La política de trinchera que, durante años, se ha vivido en Cataluña debido a un procesismo que divide entre buenos y malos ciudadanos, se ha trasladado a Madrid. No es que el envío de balas y puñales ensangrentados sorprenda menos a quienes han asistido al independentismo más excluyente. Es que ese clima de violencia se ha normalizado tanto en Cataluña que las amenazas sufridas por varios dirigentes durante la campaña electoral madrileña no han generado la alarma social que era previsible.

Para algunos, ese rupturismo unilateral y divisorio asiste a sus últimos estertores. Para otros, un futuro gobierno independentista presidido por ERC, con Junts per Catalunya (JxCat) dentro o fuera del gobierno, desgarrará definitivamente a la sociedad catalana debido a la lucha por el poder de las dos formaciones secesionistas. Las declaraciones efectuadas, no solo por ese secesionismo recalcitrante, sino también por los máximos responsables de la salud pública, en relación a la falta de vacunación de agentes de la Policía Nacional y Guardia Civil, abonan la segunda tesis. Esta es, la de un Ejecutivo revanchista que no solo distingue entre catalanes de primera y segunda categoría, sino que introduce criterios de discriminación ideológica en la sanidad pública.

Que el expresidente Carles Puigdemont --recordemos su pretensión de dirigir el futuro Govern desde Waterloo-- pretenda vengarse de los cuerpos de seguridad del Estado por su intervención en el referéndum del 1-O negándoles las vacunas contra el Covid, es escandaloso, populista y mezquino. Forma parte de ese registro tuitero, activista y soez, propio de los muy iniciados en el agitprop. Pero que un supuesto servidor público prive de derechos básicos a una parte de la población en función de su adscripción ideológica tiene mucho de totalitario y demofóbico.

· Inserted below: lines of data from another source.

def main() -> int:
    ap = argparse.ArgumentParser(description=__doc__, formatter_class=argparse.RawDescriptionHelpFormatter)
    ap.add_argument("--model", default=None, help="model directory (default: the bundled model)")
    ap.add_argument("--prompt", default="<doc>")
    ap.add_argument("--max-new", type=int, default=240)
    ap.add_argument("--gens", type=int, default=3, help="generations per run, one engine (default 3: about 700 decode steps)")
    ap.add_argument("--seed", type=int, default=1)
    ap.add_argument("--prefetch", type=int, default=2)
    ap.add_argument("--lookahead", type=int, default=1)
    ap.add_argument("--prefetch-from", default="attention", choices=("attention", "output"))
    ap.add_argument("--link-speed", default=None, help="fix the emulated link instead of calibrating it")
    ap.add_argument("--links", default="1GB/s,2GB/s,3GB/s,6GB/s", help="links of the per-link table ('' for none)")
    ap.add_argument("--busy", default="1,2", help="counts of CPU-bound processes of our own beside the busy rows ('' or 0: none)")
    ap.add_argument("--repeats", type=int, default=7, help="runs per configuration, interleaved; median, best and spread are kept")
    ap.add_argument("--evict", default=None, help="compare these eviction policies live instead, e.g. lru,markov")
    ap.add_argument("--slots-per-layer", type=int, default=4, help="with --evict: expert slots per layer (default 4)")
    ap.add_argument("--session-prompts", type=int, default=len(_bench.SESSION_PROMPTS), help="with --evict: prompts per session")
    ap.add_argument("--json", action="store_true")
    a = ap.parse_args()
    model = a.model or moerun.default_model_dir()
    if a.evict:
        return compare_policies(a, model)
    prompt = "" if a.prompt == "<doc>" else a.prompt

    with moerun.load(model, tokenizer=False) as eng:
        st = eng.store
        c = st.config
        d, kv, s = fixed_bytes(c, st.dense_nbytes, st.codec.scratch_bytes())
        expert_total = st.expert_total_nbytes
        per = slot_bytes(st.expert_nbytes)
    n_slots = max(c.n_layers * c.top_k, round(expert_total / 3 / per))
    n_slots = max(n_slots, c.n_experts)  # whole-layer needs one layer's worth of slots
    cap = d + kv + s + n_slots * per

    if a.link_speed:
        rate = parse_rate(a.link_speed)
    else:  # calibrate: LRU at real speed, then the rate at which page-in time equals compute time (best of 3)
        rates = []
        for _ in range(3):
            cal = decode(model, prompt, a, mem_cap=cap)
            misses = cal["stats"]["pool"]["misses"]
            compute_s = cal["decode_s"] - cal["stall_s"]
            rates.append(misses * st.expert_nbytes / max(compute_s, 1e-6))
        rate = max(rates)
    pf = {"prefetch": a.prefetch, "lookahead": a.lookahead, "prefetch_from": a.prefetch_from}
    auto = {**pf, "prefetch": "auto"}
    link = {"link_speed": rate}
    oracle = _bench.session(model, [prompt] * a.gens, a.max_new, a.seed, trace=True)["trace"]  # the routing to foresee
    configs = {
        "bare": {"bare": True},
        "resident": {},
        "resident_prefetch": dict(pf),
        "whole_layer": {"baseline": "whole-layer", **link},
        "no_reuse": {"baseline": "no-reuse", **link},
        "lru": {"mem_cap": cap, **link},
        "prefetch": {"mem_cap": cap, **pf, **link},
        "auto": {"mem_cap": cap, **auto, **link},
        "oracle": {"mem_cap": cap, **pf, **link, "oracle": oracle},
        "markov": {"mem_cap": cap, "evict": "markov", **link},
        "markov_prefetch": {"mem_cap": cap, "evict": "markov", **pf, **link},
    }
    links = [parse_rate(x) for x in a.links.split(",") if x.strip()]
    for r in links:
        configs[f"lru@{r:g}"] = {"mem_cap": cap, "link_speed": r}
        configs[f"prefetch@{r:g}"] = {"mem_cap": cap, **pf, "link_speed": r}
        configs[f"auto@{r:g}"] = {"mem_cap": cap, **auto, "link_speed": r}
    runs: dict = {k: [] for k in configs}
    busy = [int(n) for n in a.busy.split(",") if n.strip() and int(n) > 0]
    busy_runs: dict = {f"{key}+{n}": [] for n in busy for key in ("lru", "prefetch", "auto")}
    for i in range(a.repeats):  # interleaved, so a slow spell of a shared machine hits every configuration alike
        for key, kw in configs.items():
            runs[key].append(decode(model, prompt, a, **kw))
        for n in busy:
            procs = _bench.busy_processes(n)
            try:
                for key in ("lru", "prefetch", "auto"):
                    busy_runs[f"{key}+{n}"].append(decode(model, prompt, a, **configs[key]))
            finally:
                _bench.stop_busy(procs)
        _bench.log(f"round {i + 1} of {a.repeats} done")
    import statistics

    best = {k: max(v, key=lambda r: r["tok_s"]) for k, v in runs.items()}
    median = {k: statistics.median(r["tok_s"] for r in v) for k, v in runs.items()}
    same = all(r["tokens"] == best["bare"]["tokens"] for v in list(runs.values()) + list(busy_runs.values()) for r in v)
    lru_pool = best["lru"]["stats"]["pool"]
    pf_pool = best["prefetch"]["stats"]["pool"]
    doc = {
        "model": str(model),
        "blas_threads": 1,
        "prompt": prompt,
        "max_new": a.max_new,
        "seed": a.seed,
        "cap_bytes": cap,
        "slots": best["lru"]["stats"]["budget"]["slots"],
        "expert_bytes": st.expert_nbytes,
        "experts_total_bytes": expert_total,
        "link_speed_bytes_s": rate,
        "link_emulated": True,
        "prefetch": a.prefetch,
        "lookahead": a.lookahead,
        "prefetch_from": a.prefetch_from,
        "repeats_interleaved": a.repeats,
        "busy_processes": busy,
        "lru_stall_share": best["lru"]["stall_s"] / best["lru"]["total_s"],
        "prefetch_stall_share": best["prefetch"]["stall_s"] / best["prefetch"]["total_s"],
        "lru_hit_rate": lru_pool["hit_rate"],
        "prefetch_hit_rate": pf_pool["hit_rate"],
        "markov_hit_rate": best["markov"]["stats"]["pool"]["hit_rate"],
        "prefetch_accuracy": pf_pool["prefetch"]["accuracy"],
        "prefetch_declined": pf_pool["prefetch"]["declined"],
        "prefetch_hidden_s": pf_pool["prefetch"]["hidden_s"],
        "same_tokens_everywhere": same,
        "spread": {k: spread(v) for k, v in runs.items()},
    }
    doc["tok_s_is"] = "median of the interleaved runs (best and spread under spread)"
    auto_pool = best["auto"]["stats"]["pool"]["prefetch"]
    doc["auto_counters"] = {k: auto_pool[k] for k in ("loads", "used", "wasted", "skipped", "rests")}
    for key in configs:
        if "@" not in key:
            doc[f"{key}_tok_s"] = median[key]
    for key, rows in busy_runs.items():
        doc[f"{key}_busy_tok_s"] = statistics.median(r["tok_s"] for r in rows)
        doc["spread"][f"{key}_busy"] = spread(rows)
    doc["per_link"] = [
        {"link_bytes_s": r, "lru_tok_s": median[f"lru@{r:g}"], "prefetch_tok_s": median[f"prefetch@{r:g}"],
         "auto_tok_s": median[f"auto@{r:g}"],
         "lru_stall_share": best[f"lru@{r:g}"]["stall_s"] / best[f"lru@{r:g}"]["total_s"],
         "prefetch_vs_lru": median[f"prefetch@{r:g}"] / median[f"lru@{r:g}"],
         "auto_vs_lru": median[f"auto@{r:g}"] / median[f"lru@{r:g}"]}
        for r in links
    ]
    gain = doc["oracle_tok_s"] - doc["lru_tok_s"]
    doc["ratios"] = {
        "prefetch_vs_lru": doc["prefetch_tok_s"] / doc["lru_tok_s"],
        "auto_vs_lru": doc["auto_tok_s"] / doc["lru_tok_s"],
        "oracle_vs_lru": doc["oracle_tok_s"] / doc["lru_tok_s"],
        "auto_share_of_oracle_gain": (doc["auto_tok_s"] - doc["lru_tok_s"]) / gain if gain > 0 else None,
        "markov_vs_lru": doc["markov_tok_s"] / doc["lru_tok_s"],
        "markov_prefetch_vs_lru": doc["markov_prefetch_tok_s"] / doc["lru_tok_s"],
        "prefetch_vs_whole_layer": doc["prefetch_tok_s"] / doc["whole_layer_tok_s"],
        "prefetch_vs_no_reuse": doc["prefetch_tok_s"] / doc["no_reuse_tok_s"],
        "resident_vs_bare": doc["resident_tok_s"] / doc["bare_tok_s"],
        "resident_prefetch_vs_resident": doc["resident_prefetch_tok_s"] / doc["resident_tok_s"],
    }
    for n in busy:
        lru_b = doc[f"lru+{n}_busy_tok_s"]
        doc["ratios"][f"prefetch_vs_lru_with_{n}_busy"] = doc[f"prefetch+{n}_busy_tok_s"] / lru_b
        doc["ratios"][f"auto_vs_lru_with_{n}_busy"] = doc[f"auto+{n}_busy_tok_s"] / lru_b
    if a.json:
        print(json.dumps(doc, indent=2))
        return 0
    print(f"model {model}; cap {fmt_bytes(cap)} = fixed {fmt_bytes(d + kv + s)} + {n_slots} slots of {fmt_bytes(per)} "
          f"(experts total {fmt_bytes(expert_total)}); link {rate / 1e9:.3f} GB/s (emulated, LRU about half stalled); prefetch "
          f"{a.prefetch} guesses, lookahead {a.lookahead}, from {a.prefetch_from}; {a.max_new} tokens; configurations interleaved, "
          f"{a.repeats} runs of {a.gens} generations each, median shown; {_bench.BLAS_NOTE}")
    print(f"{'configuration':<18}{'median tok/s':>14}{'spread':>9}{'stall share':>13}{'hit rate':>10}")
    rows = [(k, k.replace("_", "-")) for k in configs if "@" not in k]
    for key, label in rows:
        r = best[key]
        hr = r["stats"].get("pool", {}).get("hit_rate") if "mem_cap" in configs[key] else None
        share = r["stall_s"] / r["total_s"] if r["total_s"] else 0
        print(f"{label:<18}{median[key]:>14.0f}{100 * doc['spread'][key]['spread']:>8.0f}%{100 * share:>12.1f}%"
              f"{'' if hr is None else f'{100 * hr:.1f}%':>10}")
    for key in busy_runs:
        sp = doc["spread"][f"{key}_busy"]
        name, n = key.split("+")
        print(f"{name + f' + {n} busy':<18}{doc[key + '_busy_tok_s']:>14.0f}{100 * sp['spread']:>8.0f}%   "
              f"({n} busy process{'es' if int(n) > 1 else ''} of our own beside it)")
    if links:
        print(f"{'link (emulated)':<18}{'lru tok/s':>11}{'stall':>8}{'prefetch':>10}{'vs lru':>8}{'auto':>8}{'vs lru':>8}")
        for row in doc["per_link"]:
            print(f"{row['link_bytes_s'] / 1e9:>9.1f} GB/s     {row['lru_tok_s']:>11.0f}{100 * row['lru_stall_share']:>7.0f}%"
                  f"{row['prefetch_tok_s']:>10.0f}{row['prefetch_vs_lru']:>7.2f}x{row['auto_tok_s']:>8.0f}{row['auto_vs_lru']:>7.2f}x")
    rt = doc["ratios"]
    print(f"lru+prefetch vs lru {rt['prefetch_vs_lru']:.2f}x (goal 1.15x), vs whole-layer {rt['prefetch_vs_whole_layer']:.2f}x "
          f"(goal 3.5x), vs no-reuse {rt['prefetch_vs_no_reuse']:.2f}x; markov vs lru {rt['markov_vs_lru']:.2f}x (goal 1.08x); "
          f"resident/bare {100 * rt['resident_vs_bare']:.0f}% (goal 90%); resident with prefetch on / without "
          f"{100 * rt['resident_prefetch_vs_resident']:.0f}% (goal 97%)"
          + "".join(f"; with {n} busy: prefetch vs lru {rt[f'prefetch_vs_lru_with_{n}_busy']:.2f}x, auto vs lru "
                    f"{rt[f'auto_vs_lru_with_{n}_busy']:.2f}x" for n in busy))
    share = rt["auto_share_of_oracle_gain"]
    print(f"auto vs lru {rt['auto_vs_lru']:.2f}x (goal at least 1.0x at every link and load); oracle guesses vs lru "
          f"{rt['oracle_vs_lru']:.2f}x; auto's share of the oracle's gain "
          + (f"{100 * share:.0f}% (goal 80%)" if share is not None else "- (the oracle gained nothing)")
          + f"; auto's counters {doc['auto_counters']}")
    print(f"prefetch accuracy {100 * (doc['prefetch_accuracy'] or 0):.1f}%, {doc['prefetch_declined']} guesses declined, "
          f"page-in hidden {doc['prefetch_hidden_s'] * 1e3:.1f} ms; tokens identical in every configuration: {same}")
    return 0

Más grave es que, quienes tienen responsabilidad en la sanidad catalana, abonen esa tesis de que Policía Nacional y Guardia Civil no merecen ser protegidos ante la pandemia. El Tribunal Superior de Justicia de Cataluña ha sido tan contundente, como poco convincente son los argumentos del Govern sobre los retrasos en la inoculación a esos funcionarios públicos. Sencillamente, porque no los tiene. Mientras la consejera de Salud, Alba Vergès, convoca a TV3 a su despacho para quejarse de la injerencia judicial, el secretario de Salud Pública, Josep Maria Argimon, afirma que esa orden retrasará la vacunación de personas mayores de 70 años. Una reflexión que recuerda comparaciones nefastas sobre menores extranjeros que roban las pensiones a los jubilados.

Conviene recordar que Argimon ocupa hoy ese cargo, que mediáticamente defiende muy bien, por descarte. Porque no era ni la primera ni la segunda ni la tercera opción para sustituir a Joan Guix. Fue el Gobierno español quien hizo ver a Quim Torra, más preocupado por las quimeras procesistas que por los problemas reales, que era necesario poner fin a meses de vacante en ese puesto clave en mitad de una pandemia. Pero en un ambiente preelectoral, nadie quería asumir esa secretaría. Argimon, un activista independentista que nunca perdió el contacto telemático con Waterloo a través de Toni Comín, aceptó el cargo. Y gracias a sus declaraciones acumula galones independentistas a costa de una cuestión tan seria como es la vacunación de la población catalana.